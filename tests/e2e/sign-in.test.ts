import { afterAll, beforeAll, describe, expect, it } from 'vitest'
import type { Browser } from 'playwright-core'
import { DEMO } from '@tests/factories/api-client'
import { linkIn, waitForMail } from '@tests/factories/mail'
import { axeViolations, baseUrl, call, launch, newPage, screenshot, signIn } from './browser'

let browser: Browser
beforeAll(async () => {
  browser = await launch()
})
afterAll(async () => {
  await browser?.close()
})

describe('signing in', () => {
  it('the sign-in page has no serious accessibility problems', async () => {
    const { page, context } = await newPage(browser)
    await page.goto('/')
    await page.waitForURL(/\/sign-in/)
    await expect.poll(() => page.getByRole('heading', { name: 'Sign in' }).isVisible()).toBe(true)
    expect(await axeViolations(page)).toEqual([])
    await screenshot(page, 'sign-in')
    await context.close()
  })

  it.each([
    ['owner', /\/studio$/, 'Good to see you'],
    ['packer', /\/packing$/, 'Packing'],
    ['buyerA', /\/shop$/, 'Juniper & Vine'],
  ] as const)(
    '%s lands on their own home, with no serious accessibility problems',
    async (who, url, heading) => {
      const { page, context } = await newPage(browser)
      await signIn(page, who)
      await page.waitForURL(url)
      await expect
        .poll(() => page.getByRole('heading', { level: 1, name: new RegExp(heading) }).isVisible())
        .toBe(true)
      await page.waitForLoadState('networkidle')
      expect(await axeViolations(page)).toEqual([])
      await screenshot(page, `home-${who}`)
      await context.close()
    },
  )

  it('shows an error for a wrong password', async () => {
    const { page, context } = await newPage(browser)
    await page.goto('/sign-in')
    await page.getByLabel('E-mail').fill(DEMO.owner.email)
    await page.getByLabel('Password').fill('not-the-password')
    await page.getByRole('button', { name: 'Sign in' }).click()
    await expect.poll(() => page.getByText(/do not match an active account/).isVisible()).toBe(true)
    expect(new URL(page.url()).pathname).toBe('/sign-in')
    await context.close()
  })

  it('tells a buyer who opens an owner page that it is not for them', async () => {
    const { page, context } = await newPage(browser)
    await signIn(page, 'buyerB')
    await page.goto('/studio/team')
    await expect
      .poll(() => page.getByRole('heading', { name: 'This page is not for your account' }).isVisible())
      .toBe(true)
    await context.close()
  })

  it('signs out, and a signed-out visit to a page asks to sign in first', async () => {
    const { page, context } = await newPage(browser)
    await signIn(page, 'packer')
    await page.getByRole('button', { name: 'Sign out' }).click()
    await page.waitForURL(/\/sign-in$/)
    await page.goto('/packing')
    await page.waitForURL(/\/sign-in\?next=%2Fpacking/)
    await context.close()
  })

  it('works on a phone-sized screen: the menu opens and signs out', async () => {
    const { page, context } = await newPage(browser, { width: 375, height: 740 })
    await signIn(page, 'buyerC')
    await page.getByRole('button', { name: 'Menu' }).click()
    await expect.poll(() => page.getByRole('link', { name: /Account/ }).isVisible()).toBe(true)
    await screenshot(page, 'phone-buyer-menu')
    await page.getByRole('button', { name: 'Sign out' }).click()
    await page.waitForURL(/\/sign-in$/)
    await context.close()
  })
})

describe('password reset through the e-mail', () => {
  it('a forgotten password is reset from the link in the mail catcher', async () => {
    const { page, context } = await newPage(browser)
    await page.goto('/sign-in')
    await page.getByRole('link', { name: 'Forgot your password?' }).click()
    await page.getByLabel('E-mail').fill(DEMO.buyerB.email)
    await page.getByRole('button', { name: 'Send me a reset link' }).click()
    await expect.poll(() => page.getByRole('status').filter({ hasText: 'on its way' }).isVisible()).toBe(true)
    const mail = await waitForMail(DEMO.buyerB.email, /Reset your/)
    const link = linkIn(mail, `${baseUrl()}/set-password?token=`)
    await page.goto(link)
    await page.getByLabel('New password').fill('harbor-lane-new-2026')
    await page.getByLabel('Type it again').fill('harbor-lane-new-2026')
    await page.getByRole('button', { name: 'Save password' }).click()
    await page.waitForURL(/\/sign-in$/)
    await page.getByLabel('E-mail').fill(DEMO.buyerB.email)
    await page.getByLabel('Password').fill('harbor-lane-new-2026')
    await page.getByRole('button', { name: 'Sign in' }).click()
    await page.waitForURL(/\/shop$/)
    // The other browser tests sign in as this buyer with the demo password: give it back.
    await call(page, 'PUT', '/api/auth/password', {
      currentPassword: 'harbor-lane-new-2026',
      newPassword: DEMO.buyerB.password,
    })
    await context.close()
  })
})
========================================================================
Only this range is to be output: the line that contains "name: 'Save password'" through the last line of the records above, both inclusive.

    await page.getByRole('button', { name: 'Save password' }).click()
    await page.waitForURL(/\/sign-in$/)
    await page.getByLabel('E-mail').fill(DEMO.buyerB.email)
    await page.getByLabel('Password').fill('harbor-lane-new-2026')
    await page.getByRole('button', { name: 'Sign in' }).click()
    await page.waitForURL(/\/shop$/)
    // The other browser tests sign in as this buyer with the demo password: give it back.
    await call(page, 'PUT', '/api/auth/password', {
      currentPassword: 'harbor-lane-new-2026',
      newPassword: DEMO.buyerB.password,
    })
    await context.close()
  })
})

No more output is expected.